652 Bencana Melanda, Awal Maret Waspada Banjir
ASKARA - Badan Nasional Penanggulangan Bencana mencatat lebih dari enam ratus bencana alam terjadi di Indonesia.
Data itu terhitung sejak awal Januari hingga 27 Februari 2020.
Akibatnya korban jiwa 123 orang dan hilang dua, sedangkan lebih dari 1,4 juta mengungsi. Sejumlah korban tersebut akibat bencana hidrometeorologi persentasenya 99,85 persen, seperti banjir, angin puting beliung dan tanah longsor. Bencana ini masih mendominasi hingga pada bulan ini.

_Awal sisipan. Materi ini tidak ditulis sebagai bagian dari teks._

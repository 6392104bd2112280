"""Lines: bars of a face, bending, least and most reinforcement, spacing of bars."""

from __future__ import annotations

import math
from collections.abc import Sequence
from dataclasses import dataclass

from calcpack.clauses.en1992.faces import Face
from calcpack.clauses.en1992.national import STANDARD
from calcpack.clauses.en1992.write_materials import StrengthLines, millimetres
from calcpack.sheet import PI, Expression, Line, Sheet, absolute, greatest, least, measured, number, sqrt
from calcpack.sheet.evaluation import holds

WORDS = {"sag": "bottom", "hog": "top", "end": "top, running through"}


@dataclass(frozen=True)
class SizeLines:
    """Lines of the section that every face shares."""

    width: Line  # of the web
    depth: Line
    flange_depth: Line | None
    cover: Line
    stirrup: Line  # its diameter
    inset: Line  # cover of the longitudinal bars
    aggregate: Line


@dataclass
class FaceLines:
    """Lines of one face."""

    face: Face
    tag: str  # index of its symbols
    bar: Line  # diameter
    area: Line
    inset: Line  # from the face to the bars' surface
    effective: Line  # d
    block: Line  # width of the block
    clear: Expression | None = None  # distance between bars side by side

    def symbol(self, base: str) -> str:
        """A symbol with this face's index."""
        return f"{base},{self.tag}" if "_" in base else f"{base}_{self.tag}"


def write_bars(sheet: Sheet, face: Face, tag: str, size: SizeLines, block: Line, origin: str) -> FaceLines:
    """Number, size, area and effective depth of the bars of a face.

    Parameters
    ----------
    face : Face
    tag : str
        "sag" for bottom bars, "hog" for top ones, "end" for those top bars that run through.
    size : SizeLines
    block : Line
        Width at the face in compression.
    origin : str
        "chosen", or the place in the job.

    Returns
    -------
    FaceLines

    Source: geometry.
    """
    bars, words = face.bars, WORDS[tag]

    def symbol(base: str) -> str:
        return f"{base},{tag}" if "_" in base else f"{base}_{tag}"

    count = number(bars.count)
    bar = sheet.take(
        symbol("phi"),
        millimetres(bars.bar.diameter),
        "mm",
        f"Bars, {words}: {bars.words}",
        origin,
        bars.bar.cite,
        word="bar diameter",
    )
    circle = holds("eq", bars.bar.area, math.pi * bars.bar.diameter**2 / 4)
    if circle:
        area = sheet.hence(
            symbol("A_s"), count * PI * bar**2 / 4, "mm^2", f"Area of the bars, {words}", "geometry"
        )
    else:
        one = sheet.take(
            symbol("A"), bars.bar.area * 1e6, "mm^2", "Area of one bar", bars.bar.source, given=False
        )
        area = sheet.hence(symbol("A_s"), count * one, "mm^2", f"Area of the bars, {words}", "geometry")
    to_centre: Expression = size.depth - size.inset - bar / 2
    if bars.layers[1:]:
        inner = sum(number_ * layer for layer, number_ in enumerate(bars.layers))
        to_centre = to_centre - measured(millimetres(bars.pitch), "mm") * inner / bars.count
    says = "Effective depth, " + words
    if bars.layers[1:]:
        says += f"; layers of {' and '.join(map(str, bars.layers))} bars"
    effective = sheet.hence(symbol("d"), to_centre, "mm", says, "geometry")
    return FaceLines(face, tag, bar, area, size.inset, effective, block)


def write_bending(
    sheet: Sheet,
    lines: FaceLines,
    strength: StrengthLines,
    size: SizeLines,
    origin: str,
    other: FaceLines | None = None,
) -> list[tuple[str, Line]]:
    """Bending of a face: neutral axis and its limit, lever arm, resistance.

    Parameters
    ----------
    lines : FaceLines
    strength : StrengthLines
    size : SizeLines
    origin : str
        Where the moment comes from.
    other : FaceLines
        Of the face in compression, where its bars are counted.

    Returns
    -------
    list of (name, requirement)

    Source: EN 1992-1-1:2004, 6.1, 3.1.7, 5.5(4).
    """
    face, where = lines.face, {"sag": "span", "hog": "support", "end": "end support"}[lines.tag]
    symbol = lines.symbol
    moment = sheet.take(
        symbol("M_Ed"),
        face.moment,
        "kN*m",
        f"Largest moment, {where}, {WORDS[lines.tag]} bars in tension",
        origin,
        given=False,
    )
    if face.doubly or holds("lt", face.bending.stress, face.case.strength.fyd):
        x, resistance = _by_strains(sheet, lines, strength, size, other)
    else:
        x, resistance = _yielding(sheet, lines, strength, size)
    checks = []
    if lines.tag != "end":
        within = sheet.require(
            x / lines.effective <= strength.limit,
            f"Ductile enough for linear analysis, {where}",
            f"{STANDARD}, 5.5(4)",
        )
        checks.append((f"neutral axis, {where}", within))
    enough = sheet.require(moment <= resistance, f"Bending, {where}", f"{STANDARD}, 6.1")
    return [(f"bending, {where}", enough), *checks]


def _yielding(sheet: Sheet, lines: FaceLines, strength: StrengthLines, size: SizeLines) -> tuple[Line, Line]:
    """Bars in tension yield, none counted in compression: closed forms."""
    face, symbol, cite = lines.face, lines.symbol, "6.1, 3.1.7(3)"
    tie = lines.area * strength.fyd
    stress = strength.eta * strength.fcd
    flange = size.flange_depth
    beyond = face.outline.block_flange and face.case.strength.lam * face.bending.x > face.outline.block_flange
    if beyond and flange is not None:
        wings = sheet.hence(
            symbol("F_f"),
            stress * (lines.block - size.width) * flange,
            "kN",
            "Compression in the flange beside the web",
            cite,
            word="force in the flange",
        )
        x = sheet.hence(
            symbol("x"),
            (tie - wings) / (stress * strength.lam * size.width),
            "mm",
            "Neutral axis: the block reaches into the web",
            cite,
            word="depth of the neutral axis",
        )
        deep = strength.lam * x
        resistance = sheet.hence(
            symbol("M_Rd"),
            wings * (lines.effective - flange / 2)
            + stress * size.width * deep * (lines.effective - deep / 2),
            "kN*m",
            "Moment resistance",
            cite,
        )
        return x, resistance
    x = sheet.hence(
        symbol("x"),
        tie / (stress * strength.lam * lines.block),
        "mm",
        "Neutral axis, the bars at their design strength",
        cite,
        word="depth of the neutral axis",
    )
    z = sheet.hence(symbol("z"), lines.effective - strength.lam * x / 2, "mm", "Lever arm", cite)
    resistance = sheet.hence(symbol("M_Rd"), tie * z, "kN*m", "Moment resistance", cite)
    return x, resistance


def _by_strains(
    sheet: Sheet,
    lines: FaceLines,
    strength: StrengthLines,
    size: SizeLines,
    other: FaceLines | None,
) -> tuple[Line, Line]:
    """Bars in compression counted, or bars in tension that do not yield: stresses from the strains."""
    face, symbol, cite = lines.face, lines.symbol, "6.1, 3.1.7(3)"
    x = sheet.take(
        symbol("x"),
        face.bending.x * 1e3,
        "mm",
        "Neutral axis, where the forces balance",
        "solved by bisection",
        cite,
        given=False,
        word="depth of the neutral axis",
    )
    tension = sheet.hence(
        symbol("sigma_s"),
        least(strength.fyd, strength.es * strength.strain * (lines.effective - x) / x),
        "MPa",
        "Stress of the bars in tension",
        "6.1(2)P, 3.2.7(2)",
        word="stress of bars",
    )
    block = strength.eta * strength.fcd * lines.block * strength.lam * x
    about = block * (lines.effective - strength.lam * x / 2)
    flange = size.flange_depth
    if (
        flange is not None
        and face.outline.block_flange
        and (face.case.strength.lam * face.bending.x > face.outline.block_flange)
    ):
        stress = strength.eta * strength.fcd
        wings = stress * (lines.block - size.width) * flange
        block = wings + stress * size.width * strength.lam * x
        about = wings * (lines.effective - flange / 2) + stress * size.width * strength.lam * x * (
            lines.effective - strength.lam * x / 2
        )
    push: Expression = block
    turning: Expression = about
    if face.doubly and other is not None:
        near = sheet.hence(
            symbol("d_2"),
            size.depth - other.effective,
            "mm",
            "Bars in compression, from their face",
            "geometry",
            word="depth of the bars in compression",
        )
        pressed = sheet.hence(
            symbol("sigma_s2"),
            least(strength.fyd, strength.es * strength.strain * (x - near) / x),
            "MPa",
            "Stress of the bars in compression",
            "6.1(2)P, 3.2.7(2)",
            word="stress of bars",
        )
        push = block + other.area * pressed
        turning = about + other.area * pressed * (lines.effective - near)
    sheet.require(
        absolute(push - lines.area * tension) / (lines.area * tension) <= number(0.000001),
        "The forces balance",
        "equilibrium",
    )
    resistance = sheet.hence(symbol("M_Rd"), turning, "kN*m", "Moment resistance", cite)
    return x, resistance


def write_amount(
    sheet: Sheet, lines: FaceLines, strength: StrengthLines, size: SizeLines
) -> list[tuple[str, Line]]:
    """Least reinforcement of a face.

    Parameters
    ----------
    sheet : Sheet
    lines : FaceLines [mm]
    strength : StrengthLines [MPa]
    size : SizeLines [mm]

    Source: EN 1992-1-1:2004, 9.2.1.1(1).
    """
    face, national, symbol = lines.face, lines.face.case.national, lines.symbol
    width: Line | Expression = size.width
    if holds("gt", face.outline.tension_width, face.outline.web):
        width = sheet.take(
            symbol("b_t"),
            face.outline.tension_width * 1e3,
            "mm",
            "Mean width of the tension zone, flange in tension, section uncracked",
            "geometry",
            "9.2.1.1(1)",
            given=False,
            word="mean width of the tension zone",
        )
    share = greatest(number(national["as_min"]) * strength.fctm / strength.fyk, national["as_min_least"])
    least_area = sheet.hence(
        symbol("A_s,min"),
        share * width * lines.effective,
        "mm^2",
        "Least reinforcement",
        "9.2.1.1(1) (9.1N)",
        word="least reinforcement",
    )
    line = sheet.require(
        least_area <= lines.area,
        f"Least reinforcement, {WORDS[lines.tag]}",
        f"{STANDARD}, 9.2.1.1(1)",
    )
    return [(f"least reinforcement, {WORDS[lines.tag]}", line)]


def write_most(sheet: Sheet, faces: Sequence[FaceLines], size: SizeLines) -> list[tuple[str, Line]]:
    """Most reinforcement at a face.

    Parameters
    ----------
    sheet : Sheet
    faces : sequence of FaceLines [mm]
    size : SizeLines [mm]

    Source: EN 1992-1-1:2004, 9.2.1.1(3).
    """
    outline = faces[0].face.outline
    gross: Expression = size.width * size.depth
    flange = next((each.block for each in faces if each.block is not size.width), None)
    if size.flange_depth is not None and flange is not None and outline.width > outline.web:
        gross = gross + (flange - size.width) * size.flange_depth
    areas = [each.area for each in faces]
    largest = greatest(*areas) if areas[1:] else areas[0]
    share = number(faces[0].face.case.national["as_max"])
    line = sheet.require(largest <= share * gross, "Most reinforcement at a face", f"{STANDARD}, 9.2.1.1(3)")
    return [("most reinforcement", line)]


def write_spacing(sheet: Sheet, lines: FaceLines, size: SizeLines) -> list[tuple[str, Line]]:
    """Clear distance between the bars of the outermost layer.

    Parameters
    ----------
    sheet : Sheet
    lines : FaceLines [mm]
        Their clear distance is set.
    size : SizeLines [mm]

    Source: EN 1992-1-1:2004, 8.2(2).
    """
    face, national = lines.face, lines.face.case.national
    first, words = face.bars.layers[0], WORDS[lines.tag]
    if first < 2:
        return []
    room = size.width - 2 * lines.inset - first * lines.bar
    lines.clear = room / (first - 1) if first > 2 else room
    rule = greatest(
        number(national["bar_k1"]) * lines.bar if national["bar_k1"] != 1 else lines.bar,
        size.aggregate + measured(millimetres(national["bar_k2"]), "mm"),
        measured(20, "mm"),
    )
    line = sheet.require(
        rule <= lines.clear, f"Clear distance of {first} bars side by side, {words}", f"{STANDARD}, 8.2(2)"
    )
    return [(f"bar spacing, {words}", line)]


def write_required(
    sheet: Sheet, lines: FaceLines, strength: StrengthLines, moment: Line, required: float
) -> Line:
    """Bars that a moment asks for; in closed form where the block stays within one width.

    Parameters
    ----------
    moment : Line
    required : float [m2]
        By :func:`calcpack.clauses.en1992.bending.steel_for`.

    Source: EN 1992-1-1:2004, 6.1, 3.1.7(3).
    """
    face, width = lines.face, lines.block
    stress = strength.eta * strength.fcd
    case = face.case.strength
    plain = case.eta * case.fcd * face.outline.block_width * face.depth**2
    within = 1 - 2 * moment.value / plain
    if within > 0 and holds("eq", plain / face.depth / case.fyd * (1 - within**0.5), required):
        return sheet.hence(
            lines.symbol("A_s,req"),
            stress
            * width
            * lines.effective
            / strength.fyd
            * (1 - sqrt(1 - 2 * moment / (stress * width * lines.effective**2))),
            "mm^2",
            "Bars that the moment asks for",
            "6.1, 3.1.7(3)",
            word="bars required",
        )
    return sheet.take(
        lines.symbol("A_s,req"),
        required * 1e6,
        "mm^2",
        "Bars that the moment asks for",
        "equilibrium of the section, solved",
        given=False,
        word="bars required",
    )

"Korban jiwa akibat banjir berjumlah 102 orang, longsor 16, dan puting beliung 4 dan kebakaran hutan lahan satu orang," ujar Kepala Pusdatinkom Bencana BNPB Agus Wibowo kepada media, Sabtu (29/2).
Pada periode ini bencana yang terkait dengan iklim dan cuaca memberikan dampak yang luar biasa, tidak hanya korban jiwa tetapi kerugian materiil.
Untuk rumah rusak berat (RB) berjumlah 2.013 unit, rusak sedang (RS) 1.148, dan rusak ringan (RR) 2.512, sedangkan angin puting beliung rumah RB 514, RS 620 dan RR 4.428. Di samping itu, bencana longsor merusak rumah RB 52 unit, RS 26 dan RR 200.
"Rincian jumlah kejadian bencana sepanjang Januari hingga Februari 2020 sebagai berikut, banjir 255 kejadian, puting beliung 202, tanah longsor 133, kebakaran hutan dan lahan 58, gempa bumi satu, kekeringan satu dan gelombang pasang satu," papar Agus.
Kepala Bidang Prediksi dan Peringatan Dini Cuaca BMKG Miming Saepudin mengatakan, curah hujan tinggi masih terjadi hingga awal Maret di berbagai daerah di Indonesia. Masyarakat diharapkan waspada akan potensi kejadian banjir.
"Awal Maret diprediksi intensitas hujan ada di menengah hingga tinggi," jelas Miming.
Daerah yang terkena ialah Sumatera bagian selatan, sebagian besar wilayah Jawa, Sulawesi bagian tengah dan sebagian wilayah Papua cukup tinggi potensi hujannya.
"Masyarakat diimbau untuk mewaspadai akan terjadinya banjir," tambahnya.